Article Title

Comparative Effectiveness of Clinical Intensive Behavior Therapy for Obese Adults

Publication Date



evaluation research, dissemination and implementation of innovations, health promotion, prevention, screening


Background: About 1 in 3 adults are obese in the United States, but the delivery of clinical weight loss counseling is infrequent. The Centers for Medicare & Medicaid Services began reimbursing for intensive behavior therapy (IBT) for obese adult beneficiaries in late 2011, but the real-world effectiveness of IBT has not been rigorously evaluated. This study compared weight change over 1 year between obese adult patients who did and did not receive IBT.

Methods: A retrospective cohort of obese, adult virtual data warehouse members from the Marshfield Clinic Health System was assembled. Two groups were compared: adult patients who had ≥ 1 or more IBT visits versus those who had no IBT visits. The comparison group was matched on body mass index (BMI), age, sex and health care coverage. The primary outcome was body weight over 1 year. Weight loss surgery patients were excluded.

Results: There were 107 patients exposed to IBT (~1% of those eligible) and 320 in the matched unexposed group. Patients who received IBT were 79% female and 72% elderly, with a mean (standard deviation) baseline BMI of 39.8 (7.4) kg/m2. IBT patients completed a median of 5 visits over 1 year, with visits being led predominantly by registered dietitians. Visit attendance dropped quickly though, with just 1% of IBT patients completing all 22 allotted visits. Body weight in the matched comparison group remained stable over 1 year, whereas IBT patients lost 3.9 (8.2) kg (P < 0.001).

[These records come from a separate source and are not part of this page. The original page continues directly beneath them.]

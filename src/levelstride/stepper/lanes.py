"""Many long runs side by side: one operator a lane, one step and one tableau for all."""

from __future__ import annotations

from collections.abc import Sequence
from typing import Any, Final, Literal

import numpy as np
from numpy.typing import NDArray

from levelstride.errors import CalculationError, InputError, InternalError
from levelstride.operator.bands import Banded
from levelstride.splitting.parts import Parts
from levelstride.stepper import lane_kernels
from levelstride.stepper.kernels import DONE
from levelstride.stepper.lane_entries import Entry, Factors, Order, Stencil
from levelstride.stepper.lane_plan import STATE, Operand, Sums, ends_implicitly
from levelstride.stepper.lane_program import (
    ALIGNED,
    Encoder,
    Group,
    Read,
    Rows,
    constant,
    moved,
    sweeps,
)
from levelstride.stepper.plan import NONE, Plan, Scheme

Array = NDArray[Any]
Precision = Literal["double", "single"]
Matrix = list[list[Entry]]
"""Entries of the rows of every field."""

ROW_BYTES: Final = {"double": 128, "single": 64}
"""Sixteen numbers a row: long enough to pay for the loop around it, short enough for the caches."""


class LaneOperators:
    """The operators of all lanes, sorted by what they share: independent of the step."""

    def __init__(self, lanes: Sequence[Parts], scheme: Scheme, precision: Precision) -> None:
        self._begin(lanes, precision)
        self.scheme = scheme
        explicit = scheme.kind == "explicit"
        slow = [parts.slow + parts.fast if explicit else parts.slow for parts in lanes]
        fast = [] if explicit else [parts.fast for parts in lanes]
        self.fast = self._stencil(fast) if fast else {}
        slow_stencil = self._stencil(slow)
        self.after_implicit = self._stencil([parts.after_implicit for parts in lanes])
        self.factors = Factors()
        self.plan = Plan(scheme, has_slow=bool(slow_stencil), has_fast=bool(self.fast))
        self.slow_rows = self._rows(slow_stencil)
        self.fast_rows = self._rows(self.fast)
        self.after_rows = self._rows(self._stencil([parts.after for parts in lanes]))

    def _begin(self, lanes: Sequence[Parts], precision: Precision) -> None:
        if not lanes:
            raise ValueError("no lanes")
        self.layout, self.precision = lanes[0].layout, precision
        if any(parts.layout != self.layout for parts in lanes):
            raise ValueError("lanes with different unknowns cannot be taken together")
        self.nlane, self.order = len(lanes), Order(self.layout)
        self.is_real = all(parts.is_real for parts in lanes)

    @property
    def scheme_levels(self) -> int:
        """Time levels of a state; they are the first slots."""
        return 1

    def _stencil(self, matrices: Sequence[Banded]) -> Stencil:
        if self.is_real:
            return self.order.stencil([matrix.real() for matrix in matrices])
        return self.order.stencil(matrices)

    def _rows(self, stencil: Stencil) -> Matrix:
        return self.factors.rows(stencil, self.order.stride)

    @property
    def dtype(self) -> np.dtype[Any]:
        """Type of the states."""
        single = self.precision == "single"
        if self.is_real:
            return np.dtype(np.float32 if single else np.float64)
        return np.dtype(np.complex64 if single else np.complex128)


class LaneStepper:
    """Takes many steps of one length with one tableau, of many operators at once.

    Parameters
    ----------
    lanes : sequence of Parts
        The operator of every lane, all with the same layout and splitting, in energy coordinates:
        stage systems are eliminated without interchanges.
    tableau : Scheme
    dt : float
        Length of the step [s].
    precision : {"double", "single"}
        Arithmetic of the step; ``single`` serves to look, not to prove.

    Attributes
    ----------
    nlane : int
    dtype : numpy.dtype
        Real where all operators are real in stored unknowns, complex otherwise.
    moved : int
        Bytes of states and tendencies that a step moves at the least for the lanes of one row,
        crossing every array once a sweep.
    working_set : int
        Bytes of all states and tendencies of the lanes of one row.

    Raises
    ------
    CalculationError
        If a stage system is singular at this step, or a pivot is lost.

    Notes
    -----
    The same step as that of `Stepper`, whose notes hold. ``lane_plan`` says how stages are summed,
    ``lane_entries`` how a stage system is eliminated, ``lane_program`` how a step is laid out.
    """

    def __init__(
        self,
        lanes: Sequence[Parts],
        tableau: Scheme,
        dt: float,
        *,
        precision: Precision = "double",
    ) -> None:
        self._prepare(LaneOperators(lanes, tableau, precision), dt)

    @staticmethod
    def serves(parts: Parts, tableau: Scheme) -> bool:
        """Whether steps of this operator can be taken.

        Every operator with finite entries can; at which steps elimination without interchanges
        fails is told by the CalculationError of that step.
        """
        every = (parts.slow, parts.fast, parts.after, parts.after_implicit)
        return all(bool(np.all(np.isfinite(part.diagonals))) for part in every)

    def at_step(self, dt: float) -> LaneStepper:
        """Return the same stepper for another step [s], reusing what does not depend on it."""
        other = object.__new__(type(self))
        other._prepare(self._operators, dt)
        return other

    def _rows_of_step(self, operators: LaneOperators, dt: float) -> LaneStep:
        return LaneStep(operators, dt)

    def _prepare(self, operators: LaneOperators, dt: float) -> None:
        if not (np.isfinite(dt) and dt > 0.0):
            raise InputError(f"step {dt!r} s: a step must be positive and finite")
        self._operators, self.dt, self.layout = operators, float(dt), operators.layout
        self.nlane, self.dtype = operators.nlane, operators.dtype
        step = self._rows_of_step(operators, self.dt)
        levels = operators.scheme_levels
        number = np.dtype(np.float32 if operators.precision == "single" else np.float64)
        self._span = (0,) * (ROW_BYTES[operators.precision] // number.itemsize)
        width, parts = len(self._span), 1 if operators.is_real else 2
        at, stride = self.layout, operators.order.stride
        encoder = Encoder(at.nlev, stride, width, parts, number)
        found = sweeps(step.groups, stride)
        self._program = encoder.encode(found, step.nslot, step.factors.known)
        self.moved = moved(found, stride) * at.nlev * len(self._span) * number.itemsize
        self.working_set = encoder.size * number.itemsize
        self._lanes = encoder.lanes(self.nlane)
        self._places = np.concatenate(
            [base + width * operators.order.places for base in encoder.base[:levels]]
        )
        self._size, self._row, self._number = encoder.size, encoder.row, number

    def march(self, q: Array, steps: int) -> None:
        """Take steps, in place.

        Parameters
        ----------
        q : ndarray, shape (nstate, nlane)
            States, contiguous and of the type `dtype`; of several time levels the newest first.
        steps : int
            How many.
        """
        if q.shape != (self._places.size, self.nlane) or q.dtype != self.dtype:
            expected = f"({self._places.size}, {self.nlane}) of {self.dtype}"
            raise ValueError(f"states {q.shape} of {q.dtype}, expected {expected}")
        if not q.flags.c_contiguous or not q.flags.writeable:
            raise ValueError("states must be contiguous and writeable")
        work = _aligned(self._size, self._number)
        status = lane_kernels.march(
            q.view(self._number).reshape(*q.shape, -1), steps, self._places, self._program,
            self._lanes, work, self.layout.nlev, self._row, self._span,
        )  # fmt: skip
        if status != DONE:
            raise InternalError(f"lane kernel refused its workspaces, status {status}")


def _aligned(size: int, number: np.dtype[Any]) -> Array:
    """Return room that begins with a cache line."""
    room = np.empty(size + ALIGNED // number.itemsize, number)
    first = -room.ctypes.data % ALIGNED // number.itemsize
    return room[first : first + size]


class LaneStep:
    """The rows that make up one step."""

    def __init__(self, operators: LaneOperators, dt: float) -> None:
        self._o, self._dt = operators, dt
        self._stride = operators.order.stride
        self.factors = Factors(list(operators.factors.known))
        self.groups: list[Group] = []
        self._slots: dict[Operand, int] = {STATE: 0}
        slow, fast = operators.slow_rows, operators.fast_rows
        self._sums = [
            Sums(operators.plan, operators.scheme, dt, slow=bool(slow[f]), fast=bool(fast[f]))
            for f in range(self._stride)
        ]
        self._solvers = [
            self._factored(operators.fast, a * dt, _stage_name(operators, d))
            for d, a in enumerate(operators.plan.diagonals)
        ]
        self._stages()
        self._after()
        self.nslot = len(set(self._slots.values()))

    def _slot(self, operand: Operand) -> int:
        return self._slots.setdefault(operand, len(set(self._slots.values())))

    def _sum(self, i: int, kind: int) -> tuple[Read, ...]:
        terms = self._sums[kind].stages[i]
        return tuple(constant(self._slot(operand), weight) for operand, weight in terms.items())

    def _stages(self) -> None:
        plan = self._o.plan
        for i in np.flatnonzero(plan.used).tolist():
            solver = plan.solver[i]
            at_start = all(sums.is_state(i) for sums in self._sums)
            last = i == plan.nstage - 1 and ends_implicitly(plan, self._o.scheme)
            if i == plan.result_stage or last or (solver == NONE and at_start):
                self._slots["stage", i] = 0
            slot = self._slot(("stage", i))
            sums = [self._sum(i, kind) for kind in range(self._stride)]
            if solver != NONE:
                self._solve(slot, sums, self._solvers[solver])
            elif slot != 0 or not at_start:
                self._write(slot, sums)
            if plan.slow_slot[i] != NONE:
                self._multiply(("slow", i), slot, self._o.slow_rows)
            if plan.fast_slot[i] != NONE and solver == NONE:
                self._multiply(("fast", i), slot, self._o.fast_rows)
        if plan.result_stage == NONE:
            target = self._slot(("after", 0)) if any(self._o.after_rows) else 0
            self._write(target, [self._sum(plan.nstage, kind) for kind in range(self._stride)])

    def _write(self, slot: int, sums: Sequence[tuple[Read, ...]]) -> None:
        for kind, reads in enumerate(sums):
            if not (len(reads) == 1 and reads[0].slot == slot and reads[0].is_copy):
                self.groups.append(Group((Rows(slot, kind, reads),)))

    def _multiply(self, operand: Operand, source: int, matrix: Matrix) -> None:
        for kind, entries in enumerate(matrix):
            if entries:
                reads = tuple(Read(source, entry) for entry in entries)
                self.groups.append(Group((Rows(self._slot(operand), kind, reads),)))

    def _solve(
        self, slot: int, sums: Sequence[tuple[Read, ...]], factored: tuple[Matrix, Matrix]
    ) -> None:
        """Write a right-hand side, eliminating upwards, and go back downwards."""
        left, right = factored
        up = tuple(
            Rows(slot, kind, (*sums[kind], *(Read(slot, entry) for entry in left[kind])))
            for kind in range(self._stride)
        )
        down = tuple(
            Rows(slot, kind, tuple(Read(slot, entry) for entry in right[kind]))
            for kind in reversed(range(self._stride))
            if right[kind]
        )
        self.groups += [Group(up, 1), Group(down, -1)] if down else [Group(up, 1)]

    def _after(self) -> None:
        o, state = self._o, (constant(0, 1.0),)
        if any(o.after_rows):
            source = self._slot(("after", 0))
            if o.plan.result_stage != NONE:
                self._write(source, [state] * self._stride)
            for kind, entries in enumerate(o.after_rows):
                tendency = (Read(source, entry.scaled(self._dt)) for entry in entries)
                rows = Rows(0, kind, (constant(source, 1.0), *tendency))
                self.groups.append(Group((rows,)))
        if o.after_implicit:
            name = f"{o.plan.name}, after the step: the system of 'after-step-implicit'"
            self._solve(0, [state] * self._stride, self._factored(o.after_implicit, self._dt, name))

    def _factored(self, stencil: Stencil, h: float, name: str) -> tuple[Matrix, Matrix]:
        """Factor I - h A: what elimination adds to a row, and how a row is found going back."""
        order, nlane = self._o.order, self._o.nlane
        band, lower = order.band({key: -h * values for key, values in stencil.items()})
        status = lane_kernels.factor_lanes(
            band, lower, np.empty(nlane), np.empty(nlane, band.dtype)
        )
        if status != DONE:
            layer = (status - 1) // self._stride + 1
            raise CalculationError(
                f"{name} is singular at layer {layer} from the ground with a step of "
                f"{self._dt:g} s, or cannot be eliminated without interchanges; take another step"
            )
        by_field = band.reshape(self._o.layout.nlev, self._stride, -1, nlane)
        left: Matrix = [[] for _ in range(self._stride)]
        right: Matrix = [[] for _ in range(self._stride)]
        for kind in range(self._stride):
            for k in range(by_field.shape[2]):
                values, offset = by_field[:, kind, k], k - lower
                if np.any(values):
                    side = left if offset < 0 else right
                    side[kind] += self.factors.entries(offset, values)
            if len(right[kind]) == 1 and np.all(by_field[:, kind, lower] == 1.0):
                right[kind] = []
        return left, right


def _stage_name(operators: LaneOperators, d: int) -> str:
    """Name the stage system of a diagonal coefficient in a message."""
    plan = operators.plan
    stage = int(np.flatnonzero(plan.solver == d)[0]) + 1
    return f"{plan.name}, stage {stage} (implicit diagonal {plan.diagonals[d]:g}): the stage system"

Conclusion: Clinic-based IBT was moderately effective, as participants lost about 4% of their baseline weight over 1 year, or about 1 additional BMI unit. As expected, those who did not participate in IBT did not lose weight. But program participation and retention was quite low, as the relatively few patients exposed to IBT also completed very few of their allowable IBT visits, even after accounting for 6-month restrictions on program eligibility. To impact population level obesity, more research is needed on how to attract and engage obese adults in clinical weight management programs.